import { useInfiniteQuery, useMutation, useQuery, useQueryClient } from '@tanstack/react-query';
import { endpoints } from '@/shared/contracts';
import {
  largestFileBytes,
  type MarketFileReport,
  type Snapshot,
  type SnapshotDraft,
  type SnapshotStatus,
} from '@/shared/contracts/market-data';
import { call } from './api';

const pageSize = 50;

const listKey = (deskId: string) => ['market-data', deskId] as const;
const snapshotKey = (deskId: string, snapshotId: string) =>
  ['market-snapshot', deskId, snapshotId] as const;

export function useSnapshots(deskId: string, status: SnapshotStatus | null) {
  return useInfiniteQuery({
    queryKey: [...listKey(deskId), status],
    initialPageParam: undefined as string | undefined,
    queryFn: ({ pageParam, signal }) =>
      call(endpoints.listSnapshots, {
        params: { deskId },
        query: { cursor: pageParam, limit: pageSize, status: status ?? undefined },
        signal,
      }),
    getNextPageParam: (page) => page.nextCursor ?? undefined,
    select: ({ pages }) => pages.flatMap(({ items }) => items),
  });
}

export function useSnapshot(deskId: string, snapshotId: string) {
  return useQuery({
    queryKey: snapshotKey(deskId, snapshotId),
    queryFn: ({ signal }) =>
      call(endpoints.getSnapshot, { params: { deskId, snapshotId }, signal }),
  });
}

/** The approved close that the numbers of a day are compared with; not asked for half a date. */
export function usePreviousClose(deskId: string, date: string | null) {
  return useQuery({
    queryKey: [...listKey(deskId), 'previous', date],
    enabled: date !== null,
    queryFn: ({ signal }) =>
      call(endpoints.getPreviousClose, { params: { deskId, date: date ?? '' }, signal }),
    select: ({ close }) => close,
  });
}

/** An approved close is what tickets start from: underlyings are read again as well. */
function useKeepSnapshot(deskId: string) {
  const client = useQueryClient();
  return (snapshot: Snapshot) => {
    client.setQueryData(snapshotKey(deskId, snapshot.id), snapshot);
    void client.invalidateQueries({ queryKey: listKey(deskId) });
    void client.invalidateQueries({ queryKey: ['underlyings', deskId] });
  };
}

export type SnapshotSending = { body: SnapshotDraft; idempotencyKey: string };

/** Enters a close, or saves the draft that is open. */
export function useSendSnapshot(deskId: string, draft: Pick<Snapshot, 'id' | 'version'> | null) {
  const client = useQueryClient();
  const keep = useKeepSnapshot(deskId);
  return useMutation({
    mutationFn: ({ body, idempotencyKey }: SnapshotSending) =>
      draft === null
        ? call(endpoints.createSnapshot, { params: { deskId }, body, idempotencyKey })
        : call(endpoints.saveSnapshot, {
            params: { deskId, snapshotId: draft.id },
            body: { ...body, version: draft.version },
          }),
    onSuccess: keep,
    onError: () => {
      if (draft) void client.invalidateQueries({ queryKey: snapshotKey(deskId, draft.id) });
    },
  });
}

export function useApproveSnapshot(deskId: string, { id, version }: Snapshot) {
  const client = useQueryClient();
  const keep = useKeepSnapshot(deskId);
  return useMutation({
    mutationFn: (confirmedWarnings: string[]) =>
      call(endpoints.approveSnapshot, {
        params: { deskId, snapshotId: id },
        body: { version, confirmedWarnings },
      }),
    onSuccess: keep,
    onError: () => void client.invalidateQueries({ queryKey: snapshotKey(deskId, id) }),
  });
}

export function useRestateSnapshot(deskId: string, snapshotId: string) {
  const keep = useKeepSnapshot(deskId);
  return useMutation({
    mutationFn: ({ reason, idempotencyKey }: { reason: string; idempotencyKey: string }) =>
      call(endpoints.restateSnapshot, {
        params: { deskId, snapshotId },
        body: { reason },
        idempotencyKey,
      }),
    onSuccess: keep,
  });
}

/** The bytes as base64, in pieces that fit into one call. */
function base64Of(bytes: Uint8Array): string {
  const pieceSize = 8_192;
  let binary = '';
  for (let from = 0; from < bytes.length; from += pieceSize)
    binary += String.fromCharCode(...bytes.subarray(from, from + pieceSize));
  return btoa(binary);
}

export const isTooLarge = ({ size }: File): boolean => size > largestFileBytes;

/** A dry run: the server says what is wrong with the file, and writes nothing. */
export function useFileCheck(deskId: string) {
  return useMutation<MarketFileReport, Error, File>({
    mutationFn: async (file) =>
      call(endpoints.checkMarketFile, {
        params: { deskId },
        body: { content: base64Of(new Uint8Array(await file.arrayBuffer())) },
      }),
  });
}
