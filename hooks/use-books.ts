import { useMutation, useQuery, useQueryClient } from '@tanstack/react-query';
import { endpoints } from '@/shared/contracts';
import type { BookDraft } from '@/shared/contracts/books';
import { call } from './api';

export const booksKey = (deskId: string) => ['books', deskId] as const;

export function useBooks(deskId: string) {
  return useQuery({
    queryKey: booksKey(deskId),
    queryFn: ({ signal }) => call(endpoints.listBooks, { params: { deskId }, signal }),
    select: ({ books }) => books,
  });
}

export function useCreateBook(deskId: string) {
  const client = useQueryClient();
  return useMutation({
    mutationFn: ({ body, idempotencyKey }: { body: BookDraft; idempotencyKey: string }) =>
      call(endpoints.createBook, { params: { deskId }, body, idempotencyKey }),
    onSuccess: () => client.invalidateQueries({ queryKey: booksKey(deskId) }),
  });
}
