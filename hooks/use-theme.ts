import { useSyncExternalStore } from 'react';
import { applyTheme, schemes, type Scheme } from '@/constants/theme';

export const themeChoices = ['system', ...schemes] as const;
export type ThemeChoice = (typeof themeChoices)[number];

const storageKey = 'driftless-theme';
const prefersDark = '(prefers-color-scheme: dark)';

const listeners = new Set<() => void>();

function readChoice(): ThemeChoice {
  const kept = window.localStorage.getItem(storageKey);
  return themeChoices.find((choice) => choice === kept) ?? 'system';
}

function schemeOf(choice: ThemeChoice): Scheme {
  if (choice !== 'system') return choice;
  return window.matchMedia(prefersDark).matches ? 'dark' : 'light';
}

const repaint = () => applyTheme(schemeOf(readChoice()));

/** Paints the page in the chosen scheme, and again whenever the device changes its own. */
export function startTheme(): void {
  repaint();
  window.matchMedia(prefersDark).addEventListener('change', repaint);
}

function chooseTheme(choice: ThemeChoice) {
  window.localStorage.setItem(storageKey, choice);
  repaint();
  for (const listener of listeners) listener();
}

const subscribe = (listener: () => void) => {
  listeners.add(listener);
  return () => listeners.delete(listener);
};

export function useTheme() {
  return { choice: useSyncExternalStore(subscribe, readChoice), chooseTheme };
}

::::

Task directions >> Looking at the data above, how many lines hold the string "applyTheme"? Reply with only the number.

Answer >> 2